Over the last 6 to 9 months, NVIDIA CUDA has emerged as an unlikely but increasingly dominant leader in the race to win AI developers. The time, energy, and investment, NVIDIA has placed in the CUDA has been well documented. Developers can build AI models using their preferred tools like Jupyter notebooks, or Pytorch, but training the models on what remains the de facto (at least for now) compute platform in NVIDIA H100 and now just announced H200 GPUs. NVIDIA continues to extend the advantage they have in the CUDA stack by now offering the NVIDIA DGX Cloud, and NVIDIA Omniverse software stack through most of the major cloud providers (including Microsoft, Google, and Oracle).
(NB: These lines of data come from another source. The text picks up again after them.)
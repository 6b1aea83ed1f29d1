/* checkpoint.h - resumable reduction: units of work that do not depend on
 * the number of reducer ranks, and one self-checking file per finished
 * unit in a checkpoint directory (layout in docs/summary-format.md,
 * "Checkpoints"). */
#ifndef MSGCENSUS_REDUCE_CHECKPOINT_H
#define MSGCENSUS_REDUCE_CHECKPOINT_H

#include <stddef.h> /* size_t */
#include <stdint.h> /* fixed-width integers */

#include <mpi.h> /* MPI_Comm */

#include "reduce_internal.h"

/* Default size of a unit of a checkpointed run: a killed run loses at most
 * about this much reading per reducer rank. */
#define MC__CKPT_DEFAULT_UNIT (64ull << 20)

/* Version of the checkpoint file layout; a reader accepts only its own. */
#define MC__CKPT_VERSION 1u

/* Message levels of mc__ckpt_note_fn. */
enum { MC__NOTE_WARN = 0, MC__NOTE_INFO = 1 };

/* Receives one line (no newline) about checkpoints. Warnings about a
 * checkpoint file that one rank could not read or write come from that
 * rank; everything else from rank 0. */
typedef void (*mc__ckpt_note_fn)(void *ud, int level, const char *msg);

/* State of the checkpoint directory of one run. */
typedef struct mc__ckpt mc__ckpt;

/*! mc__ckpt_plan_build() :
 *  Rank 0: like mc__plan_build(), but a file is split into units of about
 *  @unit_bytes bytes at block boundaries (block offsets passing multiples
 *  of @unit_bytes), so a unit's definition depends only on its own file
 *  and @unit_bytes, never on @nranks or on the other files. Units are
 *  assigned to the @nranks ranks largest first to the least-loaded rank.
 *  @return 0 or MC_E* with @err (the plan is then empty). */
int mc__ckpt_plan_build(const char *dir, int nranks, int skip_damaged,
                        uint64_t unit_bytes, mc__plan *plan, mc_errinfo *err);

/*! mc__ckpt_open() :
 *  Collective. Rank 0 creates @dir when missing, removes temporary files
 *  left by killed runs, reads the fingerprint of every checkpoint file and
 *  sorts them: usable for a unit of @plan; stale (its campaign file
 *  changed: removed, with a warning naming the file); damaged (removed,
 *  with a warning); or of other settings (kept until the run succeeds).
 *  Every rank learns which units can be resumed.
 *  @return 0 and *out, or MC_EOPEN / MC_EIO / MC_ENOMEM with @err (same on
 *  every rank). */
int mc__ckpt_open(MPI_Comm comm, const char *dir, const mc__plan *plan,
                  int per_comm, int skip_damaged, mc__ckpt_note_fn note,
                  void *note_ud, mc__ckpt **out, mc_errinfo *err);

/*! mc__ckpt_resume() :
 *  Unit @i of @plan from its checkpoint, when one with the unit's
 *  fingerprint was found: merged into @acc, @res filled, its bytes added
 *  to @prog. A checkpoint that cannot be read is reported (warning) and
 *  the unit must be read again.
 *  @return 1 when resumed, 0 when the caller must read the unit, or
 *  MC_ENOMEM with @err. */
int mc__ckpt_resume(mc__ckpt *ck, const mc__plan *plan, size_t i, mc__acc *acc,
                    mc__unit_result *res, mc__progress *prog, mc_errinfo *err);

/*! mc__ckpt_keep() :
 *  Save unit @i, just read into its own accumulator @ua (not yet merged)
 *  with result @res, with mc__ckpt_save(). A checkpoint that cannot be
 *  written is reported once per rank (warning) and counted; the run goes
 *  on, its result does not depend on it. @ck NULL: nothing. */
void mc__ckpt_keep(mc__ckpt *ck, const mc__plan *plan, size_t i, mc__acc *ua,
                   const mc__unit_result *res);

/*! mc__ckpt_report() :
 *  Collective, after the reading: rank 0 notes
 *  "resumed: N of M units from checkpoint DIR" and how many checkpoints
 *  could not be written. @return the number of resumed units (every rank).
 */
uint64_t mc__ckpt_report(mc__ckpt *ck, MPI_Comm comm);

/*! mc__ckpt_finish() :
 *  Rank 0, after the summary is in place at @output: make it durable (fsync
 *  of the file and of its directory), then remove the checkpoint files of
 *  the units of @plan, the other checkpoints of this campaign and our
 * temporaries, and the directory when nothing else is left in it. Files that
 * are not ours stay. Failures here only produce a warning: the summary is
 * complete. */
void mc__ckpt_finish(mc__ckpt *ck, const mc__plan *plan, const char *output);

/*! mc__ckpt_free() : NULL is accepted. Leaves every file in place. */
void mc__ckpt_free(mc__ckpt *ck);

/* ---- the file form, also used by the unit tests ------------------------- */

/* What identifies a unit's checkpoint: its campaign file as it was when the
 * run started, the unit's block range and the options that change results. */
typedef struct mc__ckpt_key {
    const char *name; /* file name inside the campaign directory */
    uint64_t file_size;
    int64_t mtime_ns; /* modification time, ns since 1970 */
    uint64_t first_block;
    uint64_t nblocks;      /* or MC__TO_END */
    uint64_t bytes;        /* the unit's bytes of the file */
    uint64_t start_offset; /* offset of the first block (0 for block 0) */
    int32_t app_rank, app_size;
    uint32_t flags; /* MC__CKPT_F_* */
} mc__ckpt_key;

#define MC__CKPT_F_PER_COMM 1u
#define MC__CKPT_F_SKIP_DAMAGED 2u

/*! mc__ckpt_file_name() : "mcck-<16 hex digits>.ckpt", the XXH64 of the
 *  unit's definition (file name, first block, block count), into @buf. */
void mc__ckpt_file_name(const mc__ckpt_key *k, char *buf, size_t cap);

/*! mc__ckpt_save() :
 *  Write @acc and @res for @k to DIR/NAME atomically. @return 0, or MC_EIO
 *  / MC_EOPEN / MC_ENOMEM with @err (no file at DIR/NAME is changed and
 *  the temporary file is gone). */
int mc__ckpt_save(const char *dir, const mc__ckpt_key *k, mc__acc *acc,
                  const mc__unit_result *res, mc_errinfo *err);

/*! mc__ckpt_load() :
 *  Read DIR/NAME of @k into @acc (empty, initialised) and @res. Every byte
 *  is covered by the trailing XXH64 and every length is checked against
 *  the file size before anything is allocated.
 *  @return 0; MC_ESTALE when the fingerprint differs from @k (detail says
 *  which field); MC_EOPEN, MC_EMAGIC, MC_EVERSION, MC_ETRUNC, MC_ECHECKSUM,
 *  MC_ERANGE or MC_ENOMEM with @err. On failure @acc and @res are emptied.
 */
int mc__ckpt_load(const char *dir, const mc__ckpt_key *k, mc__acc *acc,
                  mc__unit_result *res, mc_errinfo *err);

#endif /* MSGCENSUS_REDUCE_CHECKPOINT_H */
Further, as NVIDIA doubles down on investment in GPU cloud providers like Applied Digital, Iris Energy, and NextGen Cloud, a fourth cloud provider, laser-focused on fractional GPU delivery for ML and AI workloads at an affordable price point and great performance could emerge over the next 18 to 24 months.
Where do we go from here?
With Microsoft Ignite upon us and AWS reInvent only days away, we’re bound to see a raft of new offerings that may shake up the landscape further. The extent to which Microsoft is leading in the race for AI leadership is largely thanks to the combination of a deeply integrated stack of developer tools and the OpenAI partnership, which gives builders access to the most popular foundational model in GPT. AWS, having ceded early ground to the rest of the field, is rapidly gaining traction due to the flexibility and choice customers have with AWS continues to attract developers. Meanwhile, the most momentum is happening at NVIDIA. The developer toolkits NVIDIA has built in the CUDA and their Enterprise AI stack will look increasingly attractive to developers, and the just announced NVIDIA H200 GPUs will likely extend their lead. The transformation that is being unleashed by AI is just beginning, and we’re excited to see what the next leg in the race brings for our customers and for our world.